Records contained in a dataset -
────

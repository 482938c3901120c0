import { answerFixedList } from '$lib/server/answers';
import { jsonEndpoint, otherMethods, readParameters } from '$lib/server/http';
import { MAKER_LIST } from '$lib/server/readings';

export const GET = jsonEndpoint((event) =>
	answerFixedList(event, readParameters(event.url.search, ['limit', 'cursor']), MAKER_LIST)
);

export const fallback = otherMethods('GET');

────

TASK ITEM -
Beginning at the line that contains "['limit', 'cursor']), MAKER_LIST)" and ending at the last line above, copy each line without any change.

ANSWER AREA -
	answerFixedList(event, readParameters(event.url.search, ['limit', 'cursor']), MAKER_LIST)
);

export const fallback = otherMethods('GET');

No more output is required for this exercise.